At operation 404, a real component of a second impedance of a second RF waveform is matched using a second capacitor of the tuning circuit. In various embodiments, the real component of the second impedance of the second RF waveform is matched with a real component of an impedance of the plasma 104 using the second variable shunt capacitor 166 of the tuning circuit 148.

At operation 406, an imaginary component of the first impedance is matched using a third capacitor of the tuning circuit. In some embodiments, the imaginary component of the first impedance of the first RF waveform is matched with an imaginary component of an impedance of the plasma 104 using the third variable capacitor 170 of the tuning circuit 148.

At operation 408, an imaginary component of the second impedance is matched using the third capacitor of the tuning circuit.

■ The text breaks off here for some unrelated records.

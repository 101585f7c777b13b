/**
 * A stored sweep as the locator's input: readings in time order with t in seconds from the sweep's
 * start at the position tap (a tap a moment before the recorded start counts from that tap), the
 * over-range flag and sample point carried through, the instrument figures of this analysis.
 */
import type { LocatorInputRaw } from "../../contracts/locator-input";
import type { LocatorPlan } from "../layout/to-locator-input";

export interface SweepReadingRow {
  id: string;
  x: number;
  y: number;
  takenAt: Date;
  ppm: number;
  atLeast: boolean;
  samplePoint: "grille" | "supply" | "return" | "floor" | "high" | "ambient";
  note: string;
  /** The pinpoint pass it was taken in; null or absent: the first pass. */
  passId?: string | null;
}

/** A pinpoint pass's conditions (the first pass's are already in the plan's fixtures). */
export interface SweepPassConditions {
  id: string;
  fans: "running" | "stopped";
  defrost: boolean;
  fixtureId: string | null;
}

export interface InstrumentFigures {
  transportDelayS: number;
  timeConstantS: number;
  alarmPpm: number;
}

export function sweepLocatorInput(
  plan: LocatorPlan,
  startedAt: Date,
  rows: readonly SweepReadingRow[],
  instrument: InstrumentFigures,
  passes: readonly SweepPassConditions[] = [],
): { input: LocatorInputRaw; readingIds: string[] } {
  const sorted = [...rows].sort(
    (a, b) => a.takenAt.getTime() - b.takenAt.getTime() || (a.id < b.id ? -1 : a.id > b.id ? 1 : 0),
  );
  // a pass over a fixture the plan's version does not draw covers nothing it can tell apart: the whole store
  const drawn = new Set(plan.fixtures.map((f) => f.id));
  const t0 = Math.min(startedAt.getTime(), sorted[0]?.takenAt.getTime() ?? startedAt.getTime());
  return {
    readingIds: sorted.map((r) => r.id),
    input: {
      plan,
      instrument: { ...instrument },
      ...(passes.length
        ? {
            passes: passes.map((p) => ({
              id: p.id,
              fans: p.fans,
              defrost: p.defrost,
              ...(p.fixtureId && drawn.has(p.fixtureId) ? { fixture: p.fixtureId } : {}),
            })),
          }
        : {}),
      readings: sorted.map((r) => ({
        x: r.x,
        y: r.y,
        t: (r.takenAt.getTime() - t0) / 1000,
        ppm: r.ppm,
        ...(r.atLeast ? { atLeast: true } : {}),
        point: r.samplePoint,
        ...(r.note ? { note: r.note } : {}),
        ...(r.passId ? { pass: r.passId } : {}),
      })),
    },
  };
}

In certain embodiments, the imaginary component of the second impedance of the second RF waveform is matched with an imaginary component of an impedance of the plasma 104 using the third variable capacitor 170 of the tuning circuit 148.

Additional Considerations

In the above description, details are set forth by way of example to facilitate an understanding of the disclosed subject matter. It should be apparent to a person of ordinary skill in the field, however, that the disclosed implementations are exemplary and not exhaustive of all possible implementations. Thus, it should be understood that reference to the described examples is not intended to limit the scope of the disclosure. Any alterations and further modifications to the described devices, instruments, methods, and any further application of the principles of the present disclosure are fully contemplated as would normally occur to one skilled in the art to which the disclosure relates. In particular, it is fully contemplated that the features, components, and/or operations described with respect to one implementation may be combined with the features, components, and/or operations described with respect to other implementations of the present disclosure. As used herein, the term “about” may refer to a +/−10% variation from the nominal value. It is to be understood that such a variation can be included in any value provided herein.

As used herein, “a processor,” “at least one processor” or “one or more processors” generally refers to a single processor configured to perform one or multiple operations or multiple processors configured to collectively perform one or more operations. In the case of multiple processors, performance of the one or more operations could be divided amongst different processors, though one processor may perform multiple operations, and multiple processors could collectively perform a single operation. Similarly, “a memory,” “at least one memory” or “one or more memories” generally refers to a single memory configured to store data and/or instructions, multiple memories configured to collectively store data and/or instructions.

As used herein, a phrase referring to “at least one of” a list of items refers to any combination of those items, including single members. As an example, “at least one of: a, b, or c” is intended to cover: a, b, c, a-b, a-c, b-c, and a-b-c, as well as any combination with multiples of the same element (e.g., a-a, a-a-a, a-a-b, a-a-c, a-b-b, a-c-c, b-b, b-b-b, b-b-c, c-c, and c-c-c or any other ordering of a, b, and c).

The methods disclosed herein comprise one or more operations or actions for achieving the described method. The method operations and/or actions may be interchanged with one another without departing from the scope of the claims. In other words, unless a specific order of operations or actions is specified, the order and/or use of specific operations and/or actions may be modified without departing from the scope of the claims.

While the foregoing is directed to embodiments of the present disclosure, other and further embodiments of the disclosure may be devised without departing from the basic scope thereof, and the scope thereof is determined by the claims that follow.